The application of MSCs in wound healing, scar treatment, and soft tissue repair is also studied extensively. In recent years, lipofilling has emerged as a popular scar treatment method. The regenerative capacity of adipose-derived stem cells (AD-MSCs) suspended in an extracellular matrix called stromal vascular fraction (SVF) has significant benefits for scar treatment. Similarly, fat tissue is also used as a bioactive material in regenerative surgery. Lipofilling/fat graft-nano-fat technique act as a bioactive scaffold for wound healing and scar treatment (Gentile et al., 2021b). Foot ulceration in diabetic patients can lead to high disability and even mortality. Platelet-rich plasma (PRP) therapy is used widely for diabetic wound healing due to its high content of growth factors. To overcome the rapid degradation of growth factors in PRP, AD-MSCs are combined with PRP therapy to promote diabetic wound healing by downregulation of the notch signaling pathway (Ebrahim et al., 2021). The combined therapy showed improved re-epithelialization and granulation tissue formation with a significant increase in collagen, epidermal thickness, and angiogenesis. Autologous stem cell therapy, including PRP, human follicles stem cells, and AD-MSCs, are effective for hair regrowth in patients affected by androgenetic alopecia and for wound healing (Gentile et al., 2021a). The skin acts as a natural shield against the sun’s ultraviolet (UV) rays (Gentile et al., 2021b). However, extended exposure to the sun and UV radiation can harm the skin’s structure, reduce collagen formation, and speed up the aging process (called photoaging). Photoaging indications, wrinkles, loss of elasticity, and soft tissue abnormalities in the face are all treated with AD-MSCs. AD-MSCs are used because of their migratory activity, paracrine effects, and in vivo-ex vivo outcomes, such as dermal fibroblast proliferation, antioxidant impact, and reduction of matrix metalloproteinase (MMPs) (Gentile et al., 2021b). In conclusion, considering the benefits of MSCs, these cells have wide applications in pure form as well as combined with biomaterials or other various therapies to treat diseases.
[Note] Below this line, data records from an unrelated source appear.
// What an unknown of the force method is, in the structure's own terms.
import type { Ground } from './grounds.ts';
import type { Statics } from './statics.ts';

export type UnknownForce =
  /** At the start of the leg. */
  | { readonly kind: 'axial force'; readonly member: number; readonly leg: number }
  /** At an end of the leg, which stands at the point. */
  | { readonly kind: 'moment'; readonly member: number; readonly leg: number; readonly point: number }
  | { readonly kind: 'reaction'; readonly ground: Ground };

/** `unknown`: as numbered in statics.ts. */
export function unknownForce({ legs, grounds, firstReaction }: Statics, unknown: number): UnknownForce {
  if (unknown >= firstReaction) return { kind: 'reaction', ground: grounds[unknown - firstReaction]! };
  const { member, index, from, to } = legs[Math.floor(unknown / 3)]!;
  if (unknown % 3 === 0) return { kind: 'axial force', member, leg: index };
  return { kind: 'moment', member, leg: index, point: unknown % 3 === 1 ? from : to };
}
Acknowledgement: Funders are thanked for support of this writing.

Availability of Data and Materials: Data sharing not applicable to this article as no datasets were generated or analyzed during the current study.
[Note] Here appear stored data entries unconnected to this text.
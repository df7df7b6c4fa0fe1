// One evaluation of a note: its values, structures and questions, each worked out when it is first asked for, then told in
// the order of the text.
import type { Diagnostic } from '../language/diagnostic.ts';
import type { Item, Operand, Statement, StatementOf, Value } from '../language/syntax.ts';
import type { Analysis } from '../mechanics/index.ts';
import { Library } from '../model/library.ts';
import { usesInValue } from '../model/name-uses.ts';
import type { Definition, Names } from '../model/names.ts';
import { operandsOf } from '../model/operands.ts';
import { isMovement } from '../model/questions.ts';
import { Report } from '../model/report.ts';
import { belongsToStructure, type Scope, type Scopes } from '../model/scope.ts';
import { LENGTH, sameDimension } from '../quantity/dimension.ts';
import { siUnit } from '../quantity/dimension-names.ts';
import { type DisplayUnits, METRIC, readDisplay } from '../quantity/display.ts';
import type { Quantity } from '../quantity/quantity.ts';
import type { Range } from '../quantity/range.ts';
import { answerTo } from './answers.ts';
import { doubtsOn } from './doubts.ts';
import type { SourceSpan } from './fences.ts';
import { spanOf } from './limit.ts';
import type { SolvedStructures } from './memory.ts';
import { Descent, Once } from './once.ts';
import { show } from './phrases.ts';
import { remarksOn, unusedSharedCombinations } from './remarks.ts';
import type { Answer, Combination, NamedValue, ProseValue, StructureResult } from './result.ts';
import { type Question, type Series, seriesOf } from './series.ts';
import { StructureState } from './structure-state.ts';
import { refuseNamed, Values } from './values.ts';

export interface EvaluationInputs {
  readonly text: string;
  readonly scopes: Scopes;
  readonly names: Names;
  readonly solved: SolvedStructures;
  readonly wordsOf: (range: Range) => string;
}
Authors Contribution: The authors confirm contribution to the paper as follows: study conception and design: KTL, TVP; data collection: KTL, TVP; Data analysis and interpretation: TVP, DKP, SDD, KG, AR; Drafting the article: TVP; Critical revision of the article: KTL, DKP; Final approval of the version to be published: KTL.

Ethics Approval: No committees were required for this study.
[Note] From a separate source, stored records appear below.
// Polynomials of the force method: values and definite integrals of internal forces along a range. This room's own, so
// that the second road to a movement shares no arithmetic with the first.

/** `coefficients[i]` belongs to x to the power i. */
export type Polynomial = readonly number[];

export function valueAt(coefficients: Polynomial, x: number): number {
  let value = 0;
  for (let power = coefficients.length - 1; power >= 0; power--) value = value * x + coefficients[power]!;
  return value;
}

/** No value from 0 to `length` is larger in size. */
export function bound(coefficients: Polynomial, length: number): number {
  let value = 0;
  for (let power = coefficients.length - 1; power >= 0; power--)
    value = value * length + Math.abs(coefficients[power]!);
  return value;
}

/** The same polynomial in y, where x = y + shift. */
export function shifted(coefficients: Polynomial, shift: number): number[] {
  const result = coefficients.slice();
  for (let low = 0; low < result.length; low++) {
    for (let power = result.length - 2; power >= low; power--) result[power]! += shift * result[power + 1]!;
  }
  return result;
}

export function derivative(coefficients: Polynomial): number[] {
  return coefficients.slice(1).map((coefficient, index) => coefficient * (index + 1));
}

/** The integral of a · b from 0 to `length`. */
export function productIntegral(a: Polynomial, b: Polynomial, length: number): number {
  let sum = 0;
  for (let degree = a.length + b.length - 2; degree >= 0; degree--) {
    let coefficient = 0;
    const last = Math.min(degree, a.length - 1);
    for (let i = Math.max(0, degree - b.length + 1); i <= last; i++) coefficient += a[i]! * b[degree - i]!;
    sum = sum * length + coefficient / (degree + 1);
  }
  return sum * length;
}

export function sum(a: Polynomial, b: Polynomial): number[] {
  const [long, short] = a.length >= b.length ? [a, b] : [b, a];
  return long.map((coefficient, power) => coefficient + (short[power] ?? 0));
}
Funding Statement: This research was supported by the Basic Research Program through the National Research Foundation of Korea (NRF), funded by the Ministry of Education (NRF-2018R1A6A1A03025582) and the National Research Foundation of Korea (NRF-2019R1D1A3A03103828).

Conflicts of Interest: The authors declare that they have no conflicts of interest to report regarding the present study.